# Foam and Photos?



## Johnathan (Feb 24, 2006)

Pease help me out, I've searched all through the old posts and can't find anywhere where it talks about using styro-foam in a photo setup. I have still not decided on a final setup so please help before I spend money on something I will not like. Thanks everyone![8D]


----------



## Dario (Feb 24, 2006)

Why styrofoam?

Have you checked the photo cubes some people here are using...bought from eBay? []


----------



## Johnathan (Feb 24, 2006)

I've pretty sure that's what I'm going to get.

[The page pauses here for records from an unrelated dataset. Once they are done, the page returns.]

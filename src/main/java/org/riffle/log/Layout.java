package org.riffle.log;

import java.util.List;

/**
 * What sniffing found out about a delimited log, for the reading pass: the dialect, where the data
 * starts, each column's name, unit and role, and how the time column reads.
 *
 * <p>Immutable by convention: the arrays are never changed after sniffing (package-private type).
 *
 * @param dialect delimiter, decimal mark, header and units rows
 * @param dataLine 1-based line number of the first line after the header (and units row)
 * @param names column names, one per column, unique and non-empty
 * @param units column units, {@code ""} when none
 * @param roles what each column is, one of the role constants
 * @param order how the numbers of a date are ordered (for {@link #STAMP} and {@link #DATE} columns)
 * @param timeScale seconds per unit of a {@link #NUMBER_TIME} column (1 for seconds, 0.001 for ms)
 * @param absoluteTime true when the time column gives wall-clock times (dates or epoch numbers)
 * @param timeText how time was read, e.g. {@code "time 'Timestamp' ISO 8601"}, {@code ""} when none
 * @param preamble the lines before the table, as read
 * @param notes things noticed while sniffing, each one line
 */
record Layout(Dialect dialect, long dataLine, String[] names, String[] units, byte[] roles, Stamps.Order order,
              double timeScale, boolean absoluteTime, String timeText, List<String> preamble, List<String> notes) {
    /** A numeric (or text) channel. */
    static final byte VALUE = 0;
    /** Date, optionally with a time of day. */
    static final byte STAMP = 1;
    /** The date half of a split date and time. */
    static final byte DATE = 2;
    /** A time of day (alone, or the time half of a split date and time). */
    static final byte TIME_OF_DAY = 3;
    /** A number of seconds (or milliseconds): elapsed or since the epoch. */
    static final byte NUMBER_TIME = 4;

    /** Number of columns. */
    int columns() {
        return names.length;
    }

    /** True when some column carries time. */
    boolean hasTime() {
        for (byte r : roles) {
            if (r != VALUE) {
                return true;
            }
        }
        return false;
    }

    /** Number of columns that hold values (numbers or text), not time. */
    int valueColumns() {
        int n = 0;
        for (byte r : roles) {
            n += r == VALUE ? 1 : 0;
        }
        return n;
    }
}
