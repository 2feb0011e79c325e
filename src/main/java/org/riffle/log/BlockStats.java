package org.riffle.log;

import java.util.Arrays;
import java.util.Objects;

/**
 * One channel of a reduced log as a row of consecutive blocks: block {@code b} covers the log's rows
 * {@code [b · rowsPerBlock, min((b + 1) · rowsPerBlock, rows))} and holds the smallest, largest and mean
 * sample of those rows and how many were present (missing samples, {@code NaN}, skipped). Computed in
 * the one reading pass over every row of the log (see {@link Reduction}); a block with no sample present
 * has {@code NaN} for its minimum, maximum and mean.
 *
 * <p>Immutable: the arrays are copied in and never handed out. Values are in the channel's unit.
 */
public final class BlockStats {
    private final String name;
    private final long rows;
    private final long rowsPerBlock;
    private final float[] min;
    private final float[] max;
    private final double[] mean;
    private final long[] count;

    /**
     * @param name the channel's name
     * @param rows rows of the whole log
     * @param rowsPerBlock rows each block covers (the last may cover fewer)
     * @param min smallest sample per block (all four arrays of one length; copied)
     * @param max largest sample per block
     * @param mean mean sample per block
     * @param count samples present per block
     */
    BlockStats(String name, long rows, long rowsPerBlock, float[] min, float[] max, double[] mean, long[] count) {
        this.name = Objects.requireNonNull(name, "name");
        if (min.length != max.length || min.length != mean.length || min.length != count.length) {
            throw new IllegalArgumentException("block arrays of unequal length for " + name);
        }
        if (rowsPerBlock < 1 || (long) (min.length - 1) * rowsPerBlock >= Math.max(1, rows)) {
            throw new IllegalArgumentException(min.length + " blocks of " + rowsPerBlock + " rows do not tile "
                    + rows + " rows");
        }
        this.rows = rows;
        this.rowsPerBlock = rowsPerBlock;
        this.min = min.clone();
        this.max = max.clone();
        this.mean = mean.clone();
        this.count = count.clone();
    }

    public String name() {
        return name;
    }

    /** Number of blocks. */
    public int blocks() {
        return min.length;
    }

    /** Rows each block covers; the last block may cover fewer. */
    public long rowsPerBlock() {
        return rowsPerBlock;
    }

    /** First row of the log that block {@code b} covers. */
    public long fromRow(int b) {
        Objects.checkIndex(b, min.length);
        return b * rowsPerBlock;
    }

    /** One past the last row of the log that block {@code b} covers. */
    public long toRow(int b) {
        Objects.checkIndex(b, min.length);
        return Math.min(rows, (b + 1) * rowsPerBlock);
    }

    /** Smallest sample of block {@code b}, {@code NaN} when none is present. */
    public double min(int b) {
        return count[b] == 0 ? Double.NaN : min[b];
    }

    /** Largest sample of block {@code b}, {@code NaN} when none is present. */
    public double max(int b) {
        return count[b] == 0 ? Double.NaN : max[b];
    }

    /** Mean of the samples present in block {@code b}, {@code NaN} when none is present. */
    public double mean(int b) {
        return count[b] == 0 ? Double.NaN : mean[b];
    }

    /** Samples present in block {@code b}. */
    public long count(int b) {
        return count[b];
    }

    /** Each block's smallest sample ({@code NaN} where none is present), a new array. */
    public double[] minima() {
        double[] out = new double[min.length];
        for (int b = 0; b < out.length; b++) {
            out[b] = min(b);
        }
        return out;
    }

    /** Each block's largest sample ({@code NaN} where none is present), a new array. */
    public double[] maxima() {
        double[] out = new double[max.length];
        for (int b = 0; b < out.length; b++) {
            out[b] = max(b);
        }
        return out;
    }

    /** Samples present in the whole log. */
    public long count() {
        return Arrays.stream(count).sum();
    }

    /** Samples missing in the whole log. */
    public long missing() {
        return rows - count();
    }

    /** Smallest sample of the whole log, {@code NaN} when none is present. */
    public double min() {
        double m = Double.NaN;
        for (int b = 0; b < min.length; b++) {
            m = count[b] == 0 ? m : Double.isNaN(m) ? min[b] : Math.min(m, min[b]);
        }
        return m;
    }

    /** Largest sample of the whole log, {@code NaN} when none is present. */
    public double max() {
        double m = Double.NaN;
        for (int b = 0; b < max.length; b++) {
            m = count[b] == 0 ? m : Double.isNaN(m) ? max[b] : Math.max(m, max[b]);
        }
        return m;
    }

    /** Mean of every sample present in the log (the count-weighted mean of the block means). */
    public double mean() {
        double sum = 0;
        long n = 0;
        for (int b = 0; b < mean.length; b++) {
            if (count[b] > 0) {
                sum += mean[b] * count[b];
                n += count[b];
            }
        }
        return n == 0 ? Double.NaN : sum / n;
    }

    @Override
    public String toString() {
        return "BlockStats[" + name + ", " + min.length + " blocks of " + rowsPerBlock + " rows]";
    }
}
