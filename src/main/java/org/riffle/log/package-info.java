/**
 * Reading equipment logs into an immutable {@link org.riffle.log.Recording}: delimited text (dialect,
 * encoding, preamble, header, units and timestamp sniffing; one streaming byte-level pass with Commons
 * CSV for quoted lines), gzip and WAV. Time faults are reported as {@link org.riffle.log.TimeIssue}s,
 * never repaired; input the user can fix is a {@link org.riffle.log.LogException} with file, line and
 * column. Knows nothing of analysis or screens.
 *
 * <p>Public: {@link org.riffle.log.LogReader} (the entry point), {@link org.riffle.log.ReadOptions},
 * the {@code Recording} model ({@code Channel}, {@code TextChannel}, {@code TimeBase}, {@code TimeIssue},
 * {@code SourceFacts}, {@code Dialect}) and {@code LogException}; everything else is package-private.
 */
package org.riffle.log;
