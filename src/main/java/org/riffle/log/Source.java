package org.riffle.log;

import java.io.BufferedInputStream;
import java.io.Closeable;
import java.io.EOFException;
import java.io.FilterInputStream;
import java.io.IOException;
import java.io.InputStream;
import java.nio.file.AccessDeniedException;
import java.nio.file.Files;
import java.nio.file.Path;
import java.util.zip.GZIPInputStream;
import java.util.zip.ZipException;

/**
 * An opened log: its name as the user gave it, its size, and a buffered byte stream already unpacked
 * when the file was gzip-compressed (recognised by its magic bytes 1F 8B, whatever its name).
 *
 * <p>Mutable (it owns an open stream); confined to one thread; close it.
 */
final class Source implements Closeable {
    private static final int BUFFER = 1 << 16;

    final String name;
    final long sizeBytes;
    final boolean gzipped;
    final InputStream in;

    private Source(String name, long sizeBytes, boolean gzipped, InputStream in) {
        this.name = name;
        this.sizeBytes = sizeBytes;
        this.gzipped = gzipped;
        this.in = in;
    }

    /** A read failure with a message fit to print (truncated or corrupt compressed data). */
    static final class Damaged extends IOException {
        private static final long serialVersionUID = 1L;

        Damaged(String message) {
            super(message);
        }
    }

    /**
     * Opens {@code file}; refuses missing files, directories, named pipes and devices (anything but a
     * regular file, after following links), unreadable and empty files.
     */
    static Source open(Path file) throws LogException {
        String name = file.toString();
        if (!Files.exists(file)) {
            throw new LogException(name, 0, 0, "no such file");
        }
        if (Files.isDirectory(file)) {
            throw new LogException(name, 0, 0, "is a directory, not a log file");
        }
        if (!Files.isRegularFile(file)) {
            // A named pipe or a device: opening a pipe with no writer blocks for ever, and a device may
            // never end. Such data can still be read through standard input ('-'), where it is meant.
            throw new LogException(name, 0, 0, "not a regular file (a named pipe or a device);"
                    + " copy it to a file first, or give it on standard input: riffle ... - < " + name);
        }
        try {
            return of(Files.newInputStream(file), name, Files.size(file));
        } catch (AccessDeniedException e) {
            throw new LogException(name, 0, 0, "permission denied");
        } catch (IOException e) {
            throw new LogException(name, 0, 0, "cannot read: " + e.getMessage());
        }
    }

    /** Wraps an open stream (standard input, tests); {@code size} is -1 when unknown. */
    static Source of(InputStream raw, String name, long size) throws LogException {
        try {
            BufferedInputStream in = new BufferedInputStream(raw, BUFFER);
            byte[] magic = peek(in, 2);
            if (magic.length == 0) {
                in.close();
                throw new LogException(name, 0, 0, "empty file");
            }
            if (magic.length == 2 && magic[0] == (byte) 0x1F && magic[1] == (byte) 0x8B) {
                InputStream gz = new BufferedInputStream(new Guard(gunzip(in)), BUFFER);
                if (peek(gz, 1).length == 0) {
                    gz.close();
                    throw new LogException(name, 0, 0, "empty file (gzip holds no data)");
                }
                return new Source(name, size, true, gz);
            }
            return new Source(name, size, false, in);
        } catch (IOException e) {
            throw new LogException(name, 0, 0, e instanceof Damaged ? e.getMessage() : "cannot read: " + e.getMessage());
        }
    }

    private static InputStream gunzip(InputStream in) throws IOException {
        try {
            return new GZIPInputStream(in, BUFFER);
        } catch (EOFException e) {
            throw Guard.truncated();
        } catch (ZipException e) {
            throw Guard.corrupt(e);
        }
    }

    /** The next {@code n} bytes (fewer at the end), left unread. */
    static byte[] peek(InputStream in, int n) throws IOException {
        in.mark(n);
        byte[] b = in.readNBytes(n);
        in.reset();
        return b;
    }

    @Override
    public void close() throws IOException {
        in.close();
    }

    /** Turns the gzip stream's end-of-file and format errors into {@link Damaged} with a clear message. */
    private static final class Guard extends FilterInputStream {
        Guard(InputStream in) {
            super(in);
        }

        @Override
        public int read() throws IOException {
            try {
                return super.read();
            } catch (EOFException e) {
                throw truncated();
            } catch (ZipException e) {
                throw corrupt(e);
            }
        }

        @Override
        public int read(byte[] b, int off, int len) throws IOException {
            try {
                return super.read(b, off, len);
            } catch (EOFException e) {
                throw truncated();
            } catch (ZipException e) {
                throw corrupt(e);
            }
        }

        private static Damaged truncated() {
            return new Damaged("gzip data ends early: the compressed file is truncated; copy it again");
        }

        private static Damaged corrupt(ZipException e) {
            return new Damaged("gzip data is corrupt (" + e.getMessage() + "); copy it again");
        }
    }
}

The studio-in-a-box looks like it will have what I want but I've heard about this a little and didn't see anything on it.


----------



## MDWine (Feb 24, 2006)

why not build a cube of 1/2 or 3/4 inch PVC, don't glue it, and use white cloth as the light diffuser?  simple, quick, best of all...CHEAP!!!


----------



## its_virgil (Feb 24, 2006)

Anthony Turchetta has some of the better pictures on the IAP...take a look at what he uses... 
http://www.penturners.org/forum/topic.asp?TOPIC_ID=10705

There was a post once where someone had used a white styroafoam cooler as a light box, but I don't remember who. Maybe a search would did it up.

Do a good turn daily!
Don








> _Originally posted by Johnathan_
> <br />Pease help me out, I've searched all through the old posts and can't find anywhere where it talks about using styro-foam in a photo setup. I have still not decided on a final setup so please help before I spend money on something I will not like. Thanks everyone![8D]


----------



## vick (Feb 24, 2006)

I have read about people the use styroafoam as a reflective material inside their photo cubes.
http://www.silversmithing.com/1photo.htm


----------



## Jim Boyd (Feb 24, 2006)

I use a lidded plastic tub and two desk lamps from Walmart. Every thing stores in the box which makes it handy.


----------



## terrymiller (Feb 24, 2006)

Jim is that one of the semi clear tubs it is hard to tell in the photo.  Thats a really neat idea.


----------



## jssmith3 (Feb 24, 2006)

Hey, even I could afford that setup Jim, thanks for sharing.
Janet


----------



## Jim Boyd (Feb 25, 2006)

> _Originally posted by terrymiller_
> <br />Jim is that one of the semi clear tubs it is hard to tell in the photo.  Thats a really neat idea.



Yes it is. Works fairly well too.


----------



## realgenius (Feb 25, 2006)

Jim, wonderful photo, pen and most of all, IDEA.

Thanks, Debra


----------